2. Security personnel of Florida Power, prior to entering the defendant’s residence, called the Pasco County Sheriff’s Department and requested the presence of an officer.
3. The defendant told the security personnel of Florida Power that he did not want them to enter his residence.
4. On at least one occasion and in the presence of the Pasco County deputy, security personnel of Florida Power told the defendant that his electric power would be shut off if they were not allowed access to his residence.
5. Security personnel of Florida Power refused to enter the defendant’s house and conduct the appliance inventory unless they were accompanied by the Pasco County deputy.
6. While in the defendant’s residence, Deputy Morton questioned the defendant about the. case and threatened to arrest the defendant and “everyone in the house”.
7. While Deputy Morton and the Florida Power security personnel were in the defendant’s residence, the Florida Power personnel specifically involved Deputy Morton in the appliance survey by calling him to the garage and showing him certain items located in that area, including a refrigerator and freezer.
8. Within minutes after the appliance inventory was completed, Deputy Morton placed the defendant under arrest for Grand Theft.
The law is clear that a search conducted by a private individual cannot be used to circumvent the protections of the Fourth Amendment.
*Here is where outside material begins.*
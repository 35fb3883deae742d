import type { ParamMatcher } from '@sveltejs/kit';

/** A positive integer id (database keys). */
export const match: ParamMatcher = (param) => /^[1-9]\d{0,15}$/.test(param);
It is not equally clear what level of involvement by the state tips the scale and invalidates the search. The following four tests have been applied by various courts:
1. Arm of the Police — When a private witness acted as an arm of the police in removing items from a defendant’s apartment, such evidence was inadmissible in the absence of a search warrant. Moody v. United States, 163 A.2d 337 (1960).
2. Under Color of Authority — When a private witness (landlady and [29]*29victim) entered an apartment with a policeman who stood by and told her to place articles she recovered in a suitcase and take them to police headquarters, she was acting under color of their authority and as a participant, thereby making the evidence inadmissible. State v. Scrotsky, 189 A.2d 23 (NJ. 1963)
3. Knowledge and Consent — When federal authorities were aware, or should have been aware, that an osteopath’s employee was removing and copying his records, there existed a constitutionally prohibited search because the activity was conducted with government knowledge and consent, tacit or explicit, even though the government authorities are not physically on the scene. United States v. Mekjian, 505 F.2d 1320 (C.A. 5th C. 1975)
4. Directs, Participates or Acquiesces — When school officials conducting a search (not unconstitutional in itself) were accompanied by a law enforcement officer, the evidence seized was suppressed because the usual constitutional standards apply when an officer directs, participates or acquiesces in a search conducted by a private party. M.J. Achill v. State, 399 So. 2d 996 (Fla. 1st DCA 1981)
The Court finds that the search in the instant case fails to pass constitutional muster under any of the four tests set out above. However, the Court specifically adopts and applies the “Directs, Participates or Acquiesces” standard, and it is therefore
ORDERED AND ADJUDGED that the defendant’s Motion to Suppress is hereby granted.
DONE AND ORDERED in Chambers, at New Port Richey, Pasco County, Florida, this 30th day of April, 1987.